Kebanyakan ulama beropini aturan dasar perkawinan merupakan “sunnat”. Ulama mazhab syafi’i beropini bahwa aturan asal perkawinan merupakan “mubah”. Ulama mazhab Dhahiri beropini bahwa perkawinan wajib dijalankan orang yang sudah bisa tanpa dikaitkan adanya kerisauan akan berbuat zina apabila tidak kawin.
c). Perkawinan yang haram. Bagi orang yang belum berminat dan tak punya kesanggupan untuk melakukan dan memikul tanggung jawab dalam kelancaran perkawinan, dan apabila dipaksakan kawin akan berakibat menyulitkan dan penderitaan bagi isterinya, maka hukumnya menjadi haram. Nabi saw mengajarkan : “Jangan melakukan sebuah perbuatan yang berakibat menyulitkan diri sendiri & orang lain.”
d). Perkawinan Makruh Perkawinan hukumnya makruh, bagi seseorang yang dapat dari sisi materiil, cukup daya tahan mental dan agama, tapi ada kerisauan tidak sanggup melakukan keharusan untuk menampilkan nafkah batin, walaupun tidak berakibat menyulitkan isterinya. Imam Al-Gazali menyampaikan bahwa Suatu perkainan kalau dikhawatirkan berakibat menghemat semangat beribadah terhadap Allah dan semangat kerja dalam bidang ilmiah maka hukumnya lebih makruh.

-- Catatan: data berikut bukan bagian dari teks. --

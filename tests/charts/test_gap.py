"""What a longer time between two points does, and what it leaves alone."""

from math import isnan

import pytest

from charts.feeding import MINUTE, judged
from quietmill.model import HIGH, LOW, NELSON, UNDIRECTED, Cusum, Detector, Ewma, Notice, Rule, rule_bits

GAP = 5 * MINUTE
WINDOWS = {
    # the shortest series at whose last point the rule holds, towards the high side
    Rule.SAME_SIDE: [1.0] * 9,
    Rule.TREND: [0.0, 1.0, 2.0, 3.0, 4.0, 5.0],
    Rule.ALTERNATING: [0.0, 1.0] * 7,
    Rule.TWO_OF_THREE: [2.5, 2.5],
    Rule.FOUR_OF_FIVE: [1.5] * 4,
    Rule.STRATIFICATION: [0.5, 0.0] * 7 + [0.5],
    Rule.MIXTURE: [1.5, -1.5] * 4,
    Rule.SPREAD: [0.0, 4.0],
}


def times_with(pause: int, count: int) -> list[int]:
    """Return times a minute apart, the last of them `pause` after the one before."""
    times = [place * MINUTE for place in range(count - 1)]
    return [*times, times[-1] + pause]


def last_bits(rule: Rule, sign: int, pause: int) -> int:
    values = [sign * value for value in WINDOWS[rule]]
    numbers = {Rule.SAME_SIDE: 9, Rule.STRATIFICATION: 15, Rule.MIXTURE: 8}
    rules = {rule: numbers.get(rule, 0)} if rule in NELSON else {}
    detector = Detector(0.0, 1.0, rules=rules, spread_signals=rule is Rule.SPREAD, gap=GAP)
    return int(judged(detector, values, times_with(pause, len(values))).points["bits"][-1])


@pytest.mark.parametrize("sign", [1, -1])
@pytest.mark.parametrize("rule", WINDOWS)
def test_a_window_does_not_reach_across_a_gap(rule: Rule, sign: int) -> None:
    side = HIGH if sign > 0 or rule in UNDIRECTED or rule is Rule.SPREAD else LOW
    assert last_bits(rule, sign, GAP) == rule_bits(rule, side)
    assert last_bits(rule, sign, GAP + 1) == 0


def test_no_moving_range_spans_a_gap() -> None:
    points = judged(Detector(0.0, 1.0, rules={Rule.BEYOND_LIMITS: 3}, gap=GAP), [1, 2, 4], [0, 1, GAP + 2]).points
    assert [isnan(spread) for spread in points["spread"].tolist()] == [True, False, True]


def test_ewma_and_cusum_go_on_across_a_gap() -> None:
    values, quiet, paused = [1.0, 2.0, 1.5, 2.5], [0, 1, 2, 3], [0, 1, GAP + 2, 3 * GAP]
    detector = Detector(0.0, 1.0, ewma=Ewma(0.25, 2.5), cusum=Cusum(0.5, 3), gap=GAP)
    one, other = (judged(detector, values, times).points for times in (quiet, paused))
    for name in ("bits", "ewma", "cusum_high", "cusum_low"):
        assert one[name].tolist() == other[name].tolist(), name


def test_quiet_points_are_counted_across_a_gap() -> None:
    detector = Detector(0.0, 1.0, rules={Rule.BEYOND_LIMITS: 3}, gap=GAP, quiet_points=2)
    notices = judged(detector, [4, 0, 0], [0, 1, 2 * GAP]).notices
    assert notices["kind"].tolist() == [Notice.RAISED, Notice.RETURNED]
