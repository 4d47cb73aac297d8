"""Wet gas in a Venturi tube: the correction of ISO/TR 11583:2012, where it is asked for."""

from __future__ import annotations

from collections.abc import Mapping
from dataclasses import dataclass
from typing import Any

import numpy as np

from specsheet.findings import Finding, Level
from specsheet.meters.dp.device import Lanes
from specsheet.meters.family import Array, Derivation, Element, Given, Limit, Request
from specsheet.methods import iso11583
from specsheet.sources import MEMORY, cite

_SOURCE = cite("isotr11583")
_LIMITS = f"{_SOURCE} ({MEMORY})"

DERIVATIONS: tuple[Derivation, ...] = (
    Derivation(
        "lockhart_martinelli",
        "X = (ml/mg) sqrt(ρ/ρl)",
        _SOURCE,
        ("liquid_ratio", "density", "liquid_density"),
    ),
    Derivation(
        "froude_number",
        "Frg = v sqrt(ρ/(ρl - ρ)) / sqrt(g D)",
        _SOURCE,
        ("velocity", "density", "liquid_density", "inside_diameter_hot"),
    ),
    Derivation(
        "throat_froude_number",
        "Frg,th = Frg / β^2.5",
        _SOURCE,
        ("froude_number", "diameter_ratio"),
    ),
    Derivation(
        "over_reading",
        "φ = sqrt(1 + CCh X + X²), CCh = (ρl/ρ)^n + (ρ/ρl)^n, n = max(0.583 - 0.18 β² "
        "- 0.578 exp(-0.8 Frg/H), 0.392 - 0.18 β²); the gas flow is C ε ... / φ with "
        "C = 1 - 0.0463 exp(-0.05 Frg,th) min(1, sqrt(X/0.016))",
        _SOURCE,
        ("lockhart_martinelli", "froude_number", "diameter_ratio", "density", "liquid_density"),
    ),
)


_NOTE = (
    "Wet gas: the flow stated is that of the gas alone; the differential pressure expected counts "
    "the over-reading. The liquid flow must be known from elsewhere."
)


def read(request: Request) -> tuple[dict[str, float], dict[str, Given], tuple[Finding, ...]]:
    """Return numbers, printed values and findings of the liquid carried by a gas."""
    tag = request.tag
    ratio, density = tag.si("meter.liquid_ratio"), tag.si("meter.liquid_density")
    dry = {"liquid_ratio": 0.0, "liquid_density": np.nan, "liquid_factor": 1.0}
    if not ratio:
        return dry, {}, ()
    if tag.phase != "gas" or density is None:
        wanted = "a gas as the phase" if tag.phase != "gas" else "meter.liquid_density"
        finding = Finding(
            Level.CAUTION,
            "wet-gas-incomplete",
            "meter.liquid_ratio",
            f"the wet-gas correction also needs {wanted}; it is left out",
            source=_SOURCE,
        )
        return dry, {}, (finding,)
    word = tag.text("meter.liquid_kind") or "hydrocarbon"
    numbers = {
        "liquid_ratio": ratio,
        "liquid_density": density,
        "liquid_factor": iso11583.LIQUIDS.get(word, 1.0),
    }
    values = {
        "liquid_ratio": Given(ratio, tag.origin("meter.liquid_ratio")),
        "liquid_density": Given(density, tag.origin("meter.liquid_density")),
    }
    return numbers, values, ()


def notes(numbers: Mapping[str, float]) -> tuple[str, ...]:
    """Return what the flow stated is in wet gas; nothing in dry gas and in liquid."""
    return (_NOTE,) if is_wet(numbers) else ()


def is_wet(numbers: Mapping[str, float]) -> bool:
    """Tell whether the correction applies."""
    return numbers.get("liquid_ratio", 0.0) > 0.0


def densities_of(lanes: Lanes) -> dict[str, Any]:
    """Return the densities of gas and liquid, as the equations name them [kg/m3]."""
    return {"gas_density": lanes.density, "liquid_density": lanes.numbers["liquid_density"]}


def flow_numbers(lanes: Lanes) -> dict[str, Array]:
    """Return X and the Froude number of the gas in the pipe, by glossary key."""
    densities = densities_of(lanes)
    return {
        "lockhart_martinelli": iso11583.lockhart_martinelli(
            liquid_ratio=lanes.numbers["liquid_ratio"], **densities
        ),
        "froude_number": iso11583.gas_froude_number(
            gas_mass_flow=lanes.mass_flow, inside_diameter=lanes.inside_diameter, **densities
        ),
    }


def numbers_of(lanes: Lanes) -> dict[str, Array]:
    """Return X, the Froude numbers and the over-reading, by glossary key."""
    found = flow_numbers(lanes)
    x, froude = found["lockhart_martinelli"], found["froude_number"]
    return {
        **found,
        "throat_froude_number": iso11583.throat_froude_number(
            froude_number=froude, diameter_ratio=lanes.diameter_ratio
        ),
        "over_reading": iso11583.over_reading(
            lockhart_martinelli=x,
            froude_number=froude,
            diameter_ratio=lanes.diameter_ratio,
            liquid_factor=lanes.numbers["liquid_factor"],
            **densities_of(lanes),
        ),
    }


def coefficient(lanes: Lanes) -> Array:
    """Return C in wet gas [-]."""
    found = numbers_of(lanes)
    result: Array = iso11583.discharge_coefficient(
        lockhart_martinelli=found["lockhart_martinelli"],
        throat_froude_number=found["throat_froude_number"],
    )
    return result


def uncertainty(lanes: Lanes) -> Array:
    """Return the relative expanded uncertainty of C and φ together [-]."""
    x = numbers_of(lanes)["lockhart_martinelli"]
    result: Array = iso11583.uncertainty(lockhart_martinelli=x)
    return result


def over_reading(lanes: Lanes) -> Array | float:
    """Return by what factor the gas flow reads high; 1 in dry gas and in liquid."""
    return numbers_of(lanes)["over_reading"] if is_wet(lanes.numbers) else 1.0


def more(lanes: Lanes) -> Mapping[str, Array]:
    """Return the wet-gas numbers to put out; none in dry gas and in liquid."""
    return numbers_of(lanes) if is_wet(lanes.numbers) else {}


@dataclass(frozen=True, slots=True)
class Validity:
    """Within what a correlation for wet gas holds.

    Attributes:
        froude: glossary key of the Froude number that bounds it.
        least_froude: its smallest value [-].
        least_density_ratio: smallest density of the gas by that of the liquid [-].
        ratio: smallest and largest β [-].
        source: citation.
    """

    froude: str
    least_froude: float
    least_density_ratio: float
    ratio: tuple[float, float]
    source: str


#: of the correlation for Venturi tubes
VENTURI = Validity("throat_froude_number", 3.0, 0.02, (0.4, 0.75), _LIMITS)


def limits(element: Element, holds: Validity) -> tuple[Limit, ...]:
    """Return the limits of a correlation; none in dry gas and in liquid."""
    if not is_wet(element.numbers):
        return ()

    def limit(
        key: str, low: float | None, high: float | None, code: str, driver: str = ""
    ) -> Limit:
        outside = "outside this the wet-gas correction does not hold; separate the liquid first"
        return Limit(key, low, high, Level.CAUTION, code, outside, holds.source, driver=driver)

    density = holds.least_density_ratio * element.numbers["liquid_density"]
    return (
        limit("lockhart_martinelli", None, 0.3, "wet-gas-liquid"),
        limit(holds.froude, holds.least_froude, None, "wet-gas-slow", "mass_flow"),
        limit("density", density, None, "wet-gas-density", "density"),
        limit("diameter_ratio", *holds.ratio, "wet-gas-ratio"),
    )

e). Perkawinan yang mubah Bagi orang yang dapat dari sisi materiil, dan fisik dan apabila ia tidak kawin tidak ada kerisauan berbuat zina maka hukumnya mubah. Perkawinan dijalankan cuma sekedar menyanggupi keperluan biologis dan kesenangan bukan untuk tujuan membina keluarga serta keamanan hidup beragama. Catatan: Salah satu tujuan diciptakannya Hukum Islam merupakan untuk memelihara keturunan. Karenanya diciptakan Hukum Perkawinan.[1]